Пересекая эту сумрачную комнату, вы через низкий сводчатый проход, пробитый, надо полагать, на месте большого центрального камина и потому имеющий по нескольку очагов вдоль обеих стен, попадаете в буфетную. Эта комната еще сумрачнее первой; над самой головой у вас выступают такие тяжелые балки, а под ногами лежат такие ветхие корявые доски, что вы готовы вообразить себя в кубрике старого корабля, в особенности если дело происходит бурной ночью, когда этот древний ковчег, стоящий на якоре в своем закоулке, весь сотрясается от ударов ветра. Сбоку у стены там стоял длинный, низкий, похожий на полку стол, уставленный потрескавшимися стеклянными ящиками, в которых хранились запыленные диковины, собранные в самых отдаленных уголках нашего просторного мира. А из дальнего конца комнаты выступала буфетная стойка — темное сооружение, грубо воспроизводившее очертания головы гренландского кита. И как ни странно, но это действительно была огромная аркообразная китовая челюсть, такая широкая, что чуть ли не целая карета могла проехать под ней. Внутри она была увешана старыми полками, кругом уставленными старинными графинами, бутылками, флягами; и в этой всесокрушающей пасти, словно второй Иона{65} (кстати, именно так его там и прозвали), суетился маленький сморщенный старичок, втридорога продававший морякам горячку и погибель за наличные деньги.

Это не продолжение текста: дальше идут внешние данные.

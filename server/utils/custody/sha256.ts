import { hash } from 'node:crypto'

/** SHA-256 of a text (UTF-8), hexadecimal in lower case. */
export function sha256(text: string): string {
  return hash('sha256', text)
}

Устрашающи были стаканы, куда лил он свой яд. Снаружи они казались правильными цилиндрами, но внутри зеленое дутое стекло прехитрым образом сужалось книзу, да и донышки оказывались обманчиво толстыми. По стенкам в стекле были грубо выдолблены параллели, опоясывавшие эти разбойничьи кубки. Нальют вам до этой мерки — с вас пенни, до другой — еще пенни, и так до самого верха — китобойская доза, которую вы можете получить за один шиллинг.
Войдя в помещение, я увидел у стола группу молодых моряков, в тусклом свете разглядывавших заморские диковины. Я нашел глазами хозяина и, заявив ему о своем намерении снять у него комнату, услышал в ответ, что его гостиница полна — нет ни одной свободной постели.
— Однако постойте, — тут же добавил он, хлопнув себя по лбу, — вы ведь не станете возражать, если я предложу вам разделить ложе с одним гарпунщиком, а? Вы, я вижу, собрались поступать на китобоец, вот вам и надо привыкать к таким вещам.
Я сказал ему, что не люблю спать вдвоем в одной постели, что если уж я когда-нибудь и пошел бы на это, то здесь все зависит от того, что представляет собой гарпунщик; если же у него (хозяина) действительно нет другого места и если гарпунщик — лицо, не вовсе неприемлемое, то, уж конечно, чем и дальше бродить в такую морозную ночь по улицам чужого города, я готов удовлетвориться половиной одеяла, которым поделится со мной любой честный человек.
— Ну то-то. Вот и отлично. Да вы присядьте. Ужинать-то, ужинать будете? Ужин сейчас уж поспеет.
Я сел на старую деревянную лавку, вдоль и поперек покрытую резьбой не хуже скамеек в парке Бэттери. На другом конце ее какой-то задумчивый матрос, усердно согнувшись в три погибели и широко раздвинув колени, украшал сиденье при помощи карманного ножа. Он пытался изобразить корабль, идущий на всех парусах, но, по-моему, он у него плохо продвигался.
Наконец нас — человек пять-шесть — пригласили к столу в соседней комнате. Там стоял холод, прямо как в Исландии, камин даже не был затоплен — хозяин сказал, что не может себе этого позволить. Только тускло горели две сальные свечи в двух витых подсвечниках. Пришлось нам застегнуть на все пуговицы свои матросские куртки и греть оледеневшие пальцы о кружки с крутым кипятком. Но накормили нас отменно. Не только картошкой с мясом, но еще и пышками, да, клянусь богом, пышки к ужину! Один юноша в зеленом бушлате набросился на эти пышки самым свирепым образом.
— Эй, парень, — заметил хозяин, — помяни мое слово, сегодня ночью тебя будут мучить кошмары.
— Хозяин, — шепотом спросил я, — это не тот самый гарпунщик?
— Да нет, — ответил он мне с какой-то дьявольской усмешкой, — тот гарпунщик — смуглый молодой человек. И пышек он никогда не станет есть, нет, нет, он ест одни бифштексы. Да и те только с кровью.